Now, in the passage, it gets rather crazy. Christ knows the Father, the Father knows Christ, the Father knows us, the Father gives us to Christ, Christ gives us back to the Father – it’s a bouncing ball of enormous repercussions. Further, it is with a purpose – that we may be One. In the same way that the Father and the Son and the Spirit are One.
To understand this, and why I suspect this passage is preparing us for Pentecost, we need to go back in the history of the Church all the way to the Song of Moses in Deuteronomy 32. In that great monologue from Moses to the children of Israel entering the promised land, he makes a passing reference to the dispersion of the sons of Adam. That is a curious phrase.
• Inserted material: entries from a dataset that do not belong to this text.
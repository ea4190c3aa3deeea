"""The round trip a club runs: keygen -> review -> sign -> sign -> verify, from the CLI."""

from __future__ import annotations

from pathlib import Path

from reviewer.cli import main

from .conftest import SAMPLES

GO = SAMPLES / "quayside-commuter.toml"


def _signed_review(tmp_path: Path) -> Path:
    assert main(["keygen", str(tmp_path / "builder")]) == 0
    assert main(["keygen", str(tmp_path / "officer")]) == 0
    review = tmp_path / "review.md"
    assert main(["review", str(GO), "-o", str(review)]) == 0
    key = str(tmp_path / "builder.key")
    assert (
        main(["sign", str(review), "--key", key, "--signer", "A. Builder", "--role", "builder"])
        == 0
    )
    key = str(tmp_path / "officer.key")
    assert (
        main(
            [
                "sign",
                str(review),
                "--key",
                key,
                "--signer",
                "B. Officer",
                "--role",
                "safety officer",
            ]
        )
        == 0
    )
    return review


def test_round_trip_verifies_with_trusted_keys(tmp_path: Path, capsys) -> None:
    review = _signed_review(tmp_path)
    trust = ["--trust", str(tmp_path / "builder.pub"), "--trust", str(tmp_path / "officer.pub")]
    assert main(["verify", str(review), "--build", str(GO), "--require", "2", *trust]) == 0
    out = capsys.readouterr().out
    assert "signature 1: valid" in out and "signature 2: valid" in out


def test_untrusted_key_fails(tmp_path: Path, capsys) -> None:
    review = _signed_review(tmp_path)
    assert main(["verify", str(review), "--trust", str(tmp_path / "builder.pub")]) == 1
    assert "key not in the trusted keys" in capsys.readouterr().out


def test_other_build_fails(tmp_path: Path, capsys) -> None:
    review = _signed_review(tmp_path)
    other = SAMPLES / "allotment-cargo-trike.toml"
    assert main(["verify", str(review), "--build", str(other)]) == 1
    assert "build file differs" in capsys.readouterr().out


def test_missing_signatures_are_counted(tmp_path: Path) -> None:
    review = _signed_review(tmp_path)
    assert main(["verify", str(review), "--require", "3"]) == 1


def test_unsigned_review_fails(tmp_path: Path) -> None:
    review = tmp_path / "r.md"
    main(["review", str(GO), "-o", str(review)])
    assert main(["verify", str(review)]) == 1


def test_garbled_key_is_one_line(tmp_path: Path, capsys) -> None:
    review = tmp_path / "r.md"
    main(["review", str(GO), "-o", str(review)])
    bad = tmp_path / "bad.key"
    bad.write_text("not a key")
    capsys.readouterr()
    code = main(["sign", str(review), "--key", str(bad), "--signer", "x", "--role", "y"])
    err = capsys.readouterr().err.strip()
    assert code == 2
    assert len(err.splitlines()) == 1 and "not a PEM private key" in err
    assert "Signatures" not in review.read_text()
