def _kind(value: str) -> str | None:
    if _QUANTITY.match(value):
        return "quantity"
    if value in ("true", "false"):
        return "bool"
    if re.fullmatch(r"-?[0-9]+", value):
        return "int"
    if re.fullmatch(r"-?[0-9]+\.[0-9]+", value):
        return "float"
    if value.startswith('"'):
        return "text"
    if value.startswith("[") and value.endswith("]"):
        return "array"
    return None


def leaves(text: str) -> list[tuple[int, str, str, str]]:
    """(line number, field path, key, value) of each one-line ``key = value`` of a build."""
    found = []
    table, counts = "", {}
    for number, line in enumerate(text.split("\n")):
        header = re.fullmatch(r"\[\[?([A-Za-z0-9_.]+)\]\]?\s*(#.*)?", line.strip())
        if header:
            name = header.group(1)
            if line.strip().startswith("[["):
                counts[name] = counts.get(name, -1) + 1
            parts, path = name.split("."), ""
            for depth in range(len(parts)):
                prefix = ".".join(parts[: depth + 1])
                path = f"{path}.{parts[depth]}" if path else parts[depth]
                if prefix in counts:
                    path += f"[{counts[prefix]}]"
            table = path
            continue
        match = _LINE.match(line)
        if match and not table.startswith("extensions"):
            key, value = match["key"], match["value"]
            if value.count("[") == value.count("]"):
                found.append((number, f"{table}.{key}" if table else key, key, value))
    return found


def _valid_builds() -> list[Path]:
    from reviewer.errors import InputError
    from reviewer.loader import load_build

    good = []
    for path in sorted(SAMPLES.glob("*.toml")):
        try:
            load_build(path)
        except InputError:
            continue
        good.append(path)
    return good


def _replaced(text: str, number: int, key: str, value: str) -> str:
    lines = text.split("\n")
    lines[number] = f"{key} = {value}"
    return "\n".join(lines)


def _spread(items: list, count: int) -> list:
    """``count`` items spread evenly over ``items`` (deterministic)."""
    if len(items) <= count:
        return items
    step = len(items) / count
    return [items[int(i * step)] for i in range(count)]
That happened at the Tower of Babel, if you recall, by the confusion of the tongues. It was our inability to communicate that tore us apart as humanity into tribes. In the song, verses 8 and 9 of Chapter 32, God assigns angels to protect the nations – the tribes – except for one.
That one is the tribe that is the inheritance of Jacob. You may remember Jacob and Esau, the twins born to Isaac and Rebekah. Jacob, who obtained Isaac’s paternal blessing and Esau’s birthright. Jacob, who wrestled with God, and was then called Israel.
Now, in the song, Israel, the Children of Jacob, the descendants of Jacob, were not given an angel to protect them like the other humans that were scattered. They were protected directly by God Himself. The text reads: “When the Most High gave to the nations their inheritance, when he divided mankind, he fixed the borders of the peoples according to the number of the angels of God. But the Lord’s portion is his people, Jacob his allotted heritage.”
As we approach Pentecost, we find that Babel is reversed. The scattering of the languages goes away in the Holy Spirit, and we become what Christ is praying for – we become One, as the Son and the Father and the Spirit are One.
We are now part of the protection of God Himself. We, the ones connected to Christ’s body, the Church – we are the ones that God has reserved to Himself. We are the Lord’s portion.
All of this diversity, over thousands and thousands of years of our human history, serve one purpose. To bring us to God. And, as an aside, to bring us to each other. To connect us in a way that we have never been able to experience before.
That oneness, that togetherness, that intimacy – that is the joy of Christ, that He asks to be made full in us.
In the name of the Father and of the Son and of the Holy Spirit, One God. Glory to Jesus Christ!